Following the 9/11 attacks, the United States turned a horrific criminal act — which killed thousands of innocent people — into a platform to launch a shocking human rights crisis. The government used the same formula it had for centuries before 9/11: launch foreign wars and establish domestic policies to oppress its own people in service of some broader ideological conflict. Here, as before, in transforming politics, law, and culture, the United States constructed a dominant, destructive, and enduring 9/11 ideology building upon narratives of xenophobia, maximal security measures, and military power and profit that still largely permeates every facet of public life twenty years later.

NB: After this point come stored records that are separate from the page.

"""Evidence: one reading as a likelihood over cells and as a mass function, from one set of parameters.

A sensor model computes the *contour* of a reading: c(x) = p(z | x) / max_x p(z | x),
the plausibility of each cell from the reading alone (Shafer 1976, ch. 11).  The
sensor's reliability r (probability that the reading comes from a working sensor)
then enters the histogram and the mass back ends in the same way (the particle filter weighs by the
likelihood; the Gaussian filter scales a discounted reading's information, ``fusion.backends.gaussian``):

- mass side: the consonant mass function of the contour, discounted at rate 1 − r;
- Bayesian side: the likelihood r · c(x) + (1 − r), a mixture with an outlier that
  is equally likely everywhere — which is exactly the contour of the discounted
  mass function, so both sides hold the same assumptions about the sensor.

The mass side quantises the contour into ``levels`` nested focal sets, rounding up
(no cell loses plausibility), at geometric levels 1, 1/2, 1/4, … by default.
"""

from __future__ import annotations

from dataclasses import dataclass
from functools import cached_property
from typing import Protocol, runtime_checkable

import numpy as np

from fusion import compiled
from fusion.belief import rules
from fusion.belief.mass import MassFunction
from fusion.errors import ObservationError

__all__ = ["Evidence", "SensorModel", "contour_from_log"]

MASS_FORMS = ("consonant", "bayesian")


@dataclass(frozen=True, eq=False)
class Evidence:
    """One reading's evidence over the cells of a frame; both forms are built on first use."""

    sensor: str
    contour: np.ndarray
    reliability: float = 1.0
    levels: int = 6
    form: str = "consonant"
    spacing: str = "geometric"
    # Independent Gaussian errors behind the contour (beams of a scan); 0 when the contour is not of that
    # kind.  Lets the conflict figure ask how often a correct pose fits as badly (``fusion.conflict.fit_plausibility``).
    dof: int = 0
    # The reading as a measurement h(pose) + noise the Gaussian filter linearises
    # (``fusion.belief.gaussian.Linearisable``); None where the model gives none (the filter then moment-matches).
    point: object = None

    def __post_init__(self):
        if self.form not in MASS_FORMS:
            raise ObservationError(f"evidence form must be one of {', '.join(MASS_FORMS)}, got {self.form!r}")

    @property
    def n(self) -> int:
        return len(self.contour)

    @cached_property
    def ruled_out(self) -> float:
        """The share of cells the reading rules out (contour < ½): how much it says about where the robot is
        (``fusion.monitor.recovery.informative``); counted once, as the monitor asks for it every tick."""
        loops = compiled.kernels()
        c = self.contour
        below = (
            loops.count_below(c, 0.5) if loops is not None and compiled.plain_vector(c) else np.count_nonzero(c < 0.5)
        )
        return below / max(self.n, 1)

    @cached_property
    def likelihood(self) -> np.ndarray:
        """r · c + (1 − r): the Bayesian likelihood, up to a constant factor."""
        r, c = self.reliability, self.contour
        if r == 1.0:
            return c
        loops = compiled.kernels()
        if loops is not None and compiled.plain_vector(c):
            out = np.empty_like(c)
            loops.discounted(c, float(r), out)  # one pass, numpy's arithmetic
        else:
            out = np.multiply(c, r)  # r·c, then + (1 − r) in place: one array, no temporary
            out += 1.0 - r
        out.flags.writeable = False  # shared by every back end the reading goes to: never changed in place
        return out

    @cached_property
    def plausibility(self) -> np.ndarray:
        """r · pl + (1 − r) with pl the plausibility that each cell is the true pose: the contour itself, or
        for a reading of ``dof`` > 2 independent Gaussian errors the chance that the true pose fits no better
        (``fusion.conflict.fit_plausibility_contour``).  Conflict figures score readings with it; updates use
        ``likelihood``."""
        return self.plausibility_of(self.contour)

    def plausibility_of(self, contour: np.ndarray) -> np.ndarray:
        """``plausibility`` for some of the reading's contour values (the cells a conflict figure visits)."""
        from fusion.conflict import fit_plausibility_contour

        pl = fit_plausibility_contour(contour, self.dof)
        r = self.reliability
        return pl if r == 1.0 else r * pl + (1.0 - r)

    @cached_property
    def masses(self) -> MassFunction:
        if self.form == "bayesian":
            lik = self.likelihood
            total = lik.sum()
            if total <= 0:  # an impossible reading: all mass on the empty set
                return MassFunction.from_contour(np.zeros(self.n))
            return MassFunction.bayesian(lik / total)
        return rules.discount(
            MassFunction.from_contour(self.contour, levels=self.levels, spacing=self.spacing), self.reliability
        )


@runtime_checkable
class SensorModel(Protocol):
    """What every sensor model offers: a name, ``encode(reading) -> Evidence``, and ``odd_rate``: the
    share of a working sensor's readings that its own error model says contradict the true pose
    (false detections, misread identities, false alarms, misses); the monitor does not quarantine a
    sensor for disagreeing about as often as that (``fusion.monitor``); ``explain(reading, x, y,
    heading_deg)`` says in words what the reading measured against what the map gives at that pose
    (the reading at fault in an alert)."""

    name: str
    odd_rate: float

    def encode(self, reading) -> Evidence: ...

    def explain(self, reading, x: float, y: float, heading_deg: float) -> str: ...


def contour_from_log(log_likelihood: np.ndarray) -> np.ndarray:
    """exp(ll − max ll), with an impossible reading (all −inf) giving an all-zero contour."""
    top = np.max(log_likelihood)
    if not np.isfinite(top):
        return np.zeros(log_likelihood.size)
    out = np.subtract(log_likelihood, top)
    return np.exp(out, out=out).reshape(-1)  # in place: one array made, not two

This human rights crisis generated by the Bush administration — which has gone unremediated or been further fueled by every administration since — has global and domestic facing dimensions that have been mutually reinforcing. The Bush administration unleashed a “global war on terror” — unlimited in time or scope — against a constructed ideological enemy. The United States invaded Afghanistan and Iraq, wreaking fire, terror, and destruction on their populations; dotted the globe with secret detention sites to administer a coordinated regimen of torture and brutality, all of which was authorized by lawyers at the highest levels of the Justice Department; and constructed the Guantánamo Bay prison deliberately outside the law to torture and detain anyone even minimally suspected of associations with terrorist groups, as long as they were Muslim. The post-9/11 approach reified a xenophobic conception of the U.S. border — a “Homeland,” which valorized citizenship over foreign-born, Us vs. Them.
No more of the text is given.